▶ **What the task requires**: Only the final stretch of lines is needed: output exactly the line containing "for (const b of batches)" and all lines following it in the listing below.

▶ **Task input**:
*** Block opens ***

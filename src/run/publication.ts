/**
 * The final table(s) of a run, written while the run goes on: every committed segment is also
 * appended to the output under its temporary name, so finishing a run only writes the footer and
 * renames (no serial re-read of the whole table at the end). A resumed run replays the
 * segments committed by earlier processes in their place. Interrupted or failed runs abandon the
 * temporary file; the segments stay the source of truth.
 *
 * Exact cover: every batch must continue the scenario ids where the previous one stopped, and
 * publish() refuses unless the rows cover the run's range exactly once, so a table with a row
 * missing or repeated is never published.
 */
import * as arrow from 'apache-arrow';
import { RunError } from '../errors.js';
import { COLUMN_STATUSES, type ColumnStatus } from '../physics/types.js';
import { withSharedDictionary } from '../io/arrow-batch.js';
import { readIpcBatches } from '../io/ipc-file.js';
import type { OutputFormat } from '../io/output-format.js';
import type { Segment } from '../io/segment-store.js';
import { openTableSink, type TableSink, type TableSinkOptions } from '../io/table-sink.js';

export function emptyCounts(): Record<ColumnStatus, number> {
  return Object.fromEntries(COLUMN_STATUSES.map((s) => [s, 0])) as Record<ColumnStatus, number>;
}

/** Add a batch's rows to counts by status. */
export function countStatuses(batch: arrow.RecordBatch, counts: Record<ColumnStatus, number>): void {
  const col = batch.getChild('status');
  if (col === null) return;
  for (const data of col.data) {
    const dict = data.dictionary as arrow.Vector<arrow.Utf8>;
    const names = Array.from({ length: dict.length }, (_, i) => dict.get(i) as ColumnStatus);
    const codes = data.values as Int8Array;
    for (let i = 0; i < data.length; i++) counts[names[codes[data.offset + i]]]++;
  }
}

export interface PublicationTarget {
  readonly path: string;
  readonly schema: arrow.Schema;
}

/**
 * Check that `batch` holds scenario ids next, next+1, ... and return the id after its last row.
 * @throws RunError naming the first row out of place
 */
export function checkScenarioIds(batch: arrow.RecordBatch, next: number, where: string): number {
  const col = batch.getChild('scenario_id');
  if (col === null) throw new RunError(`${where}: the rows carry no scenario_id`);
  let expected = next;
  for (const data of col.data) {
    const values = data.values as BigInt64Array;
    for (let i = 0; i < data.length; i++) {
      const id = Number(values[data.offset + i]);
      if (id !== expected) {
        throw new RunError(`${where}: row of scenario ${id} found where scenario ${expected} belongs (rows missing, repeated or out of order)`);
      }
      expected++;
    }
  }
  return expected;
}

export class Publication {
  readonly counts = emptyCounts();
  /** the scenario id the next batch must start with */
  private nextRow: number;

  private constructor(
    private readonly range: { readonly start: number; readonly end: number },
    private readonly results: TableSink,
    private readonly resultsSchema: arrow.Schema,
    private readonly dictionary: arrow.Vector<arrow.Utf8>,
    private readonly profiles: { readonly sink: TableSink; readonly schema: arrow.Schema } | null,
    private readonly partialDir: string,
  ) {
    this.nextRow = range.start;
  }

  /** Open the sinks (temporary names) for the results table and, optionally, the profile table. */
  static async open(
    range: { readonly start: number; readonly end: number },
    format: OutputFormat,
    results: PublicationTarget,
    dictionary: arrow.Vector<arrow.Utf8>,
    profiles: PublicationTarget | null,
    partialDir: string,
    writer?: TableSinkOptions,
  ): Promise<Publication> {
    const sink = await openTableSink(format, results.path, results.schema, writer);
    let profileSink: TableSink | null = null;
    try {
      if (profiles !== null) profileSink = await openTableSink(format, profiles.path, profiles.schema, writer);
    } catch (err) {
      await sink.abort();
      throw err;
    }
    return new Publication(
      range, sink, results.schema, dictionary,
      profileSink === null || profiles === null ? null : { sink: profileSink, schema: profiles.schema },
      partialDir,
    );
  }

  private fail(err: unknown): RunError {
    if (err instanceof RunError) return err;
    const why = err instanceof Error ? err.message : String(err);
    // the sinks already name the file they could not write
    const what = why.startsWith('cannot write') ? why : `cannot write ${this.results.tmpPath}: ${why}`;
    return new RunError(`${what}. Every committed row is kept in ${this.partialDir}; fix the problem and rerun the same command with --resume.`);
  }

  /** Append the batches of one committed segment (built with the shared dictionary). */
  async append(batches: readonly arrow.RecordBatch[], profileBatches: readonly arrow.RecordBatch[] | null): Promise<void> {
    try {
      if (this.profiles !== null && profileBatches !== null) for (const b of profileBatches) await this.profiles.sink.write(b);
      for (const b of batches) await this.writeResults(b, 'computed rows');
    } catch (err) {
      throw this.fail(err);
    }
  }

  private async writeResults(b: arrow.RecordBatch, where: string): Promise<void> {
    this.nextRow = checkScenarioIds(b, this.nextRow, where);
    countStatuses(b, this.counts);
    await this.results.write(b);
  }

  /** Feed one segment an earlier process committed (resume), one batch at a time. */
  async replay(seg: Segment): Promise<void> {
    try {
      if (this.profiles !== null) {
        for await (const b of readIpcBatches(seg.profileFile)) await this.profiles.sink.write(new arrow.RecordBatch(this.profiles.schema, b.data));
      }
      for await (const b of readIpcBatches(seg.file)) {
        await this.writeResults(withSharedDictionary(b, this.resultsSchema, this.dictionary), `segment ${seg.file}`);
      }
      if (this.nextRow !== seg.end) throw new RunError(`segment ${seg.file}: holds rows up to ${this.nextRow}, its name says ${seg.end}`);
    } catch (err) {
      throw this.fail(err);
    }
  }

  /** Finish both files; the profile table first, so a published results table means a complete run. */
  async publish(): Promise<void> {
    if (this.nextRow !== this.range.end) {
      await this.abort();
      throw new RunError(
        `refusing to publish ${this.results.finalPath}: it would hold rows ${this.range.start}-${this.nextRow} of ${this.range.start}-${this.range.end}. ` +
          `Every committed row is kept in ${this.partialDir}; rerun the same command with --resume.`,
      );
    }
    try {
      if (this.profiles !== null) await this.profiles.sink.publish();
      await this.results.publish();
    } catch (err) {
      await this.abort();
      throw this.fail(err);
    }
  }

  /** Abandon the temporary files (interruption or failure). */
  async abort(): Promise<void> {
    await this.results.abort().catch(() => undefined);
    await this.profiles?.sink.abort().catch(() => undefined);
  }
}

*** Block closes ***

▶ **Written answer**:
      for (const b of batches) await this.writeResults(b, 'computed rows');
    } catch (err) {
      throw this.fail(err);
    }
  }

  private async writeResults(b: arrow.RecordBatch, where: string): Promise<void> {
    this.nextRow = checkScenarioIds(b, this.nextRow, where);
    countStatuses(b, this.counts);
    await this.results.write(b);
  }

  /** Feed one segment an earlier process committed (resume), one batch at a time. */
  async replay(seg: Segment): Promise<void> {
    try {
      if (this.profiles !== null) {
        for await (const b of readIpcBatches(seg.profileFile)) await this.profiles.sink.write(new arrow.RecordBatch(this.profiles.schema, b.data));
      }
      for await (const b of readIpcBatches(seg.file)) {
        await this.writeResults(withSharedDictionary(b, this.resultsSchema, this.dictionary), `segment ${seg.file}`);
      }
      if (this.nextRow !== seg.end) throw new RunError(`segment ${seg.file}: holds rows up to ${this.nextRow}, its name says ${seg.end}`);
    } catch (err) {
      throw this.fail(err);
    }
  }

  /** Finish both files; the profile table first, so a published results table means a complete run. */
  async publish(): Promise<void> {
    if (this.nextRow !== this.range.end) {
      await this.abort();
      throw new RunError(
        `refusing to publish ${this.results.finalPath}: it would hold rows ${this.range.start}-${this.nextRow} of ${this.range.start}-${this.range.end}. ` +
          `Every committed row is kept in ${this.partialDir}; rerun the same command with --resume.`,
      );
    }
    try {
      if (this.profiles !== null) await this.profiles.sink.publish();
      await this.results.publish();
    } catch (err) {
      await this.abort();
      throw this.fail(err);
    }
  }

  /** Abandon the temporary files (interruption or failure). */
  async abort(): Promise<void> {
    await this.results.abort().catch(() => undefined);
    await this.profiles?.sink.abort().catch(() => undefined);
  }
}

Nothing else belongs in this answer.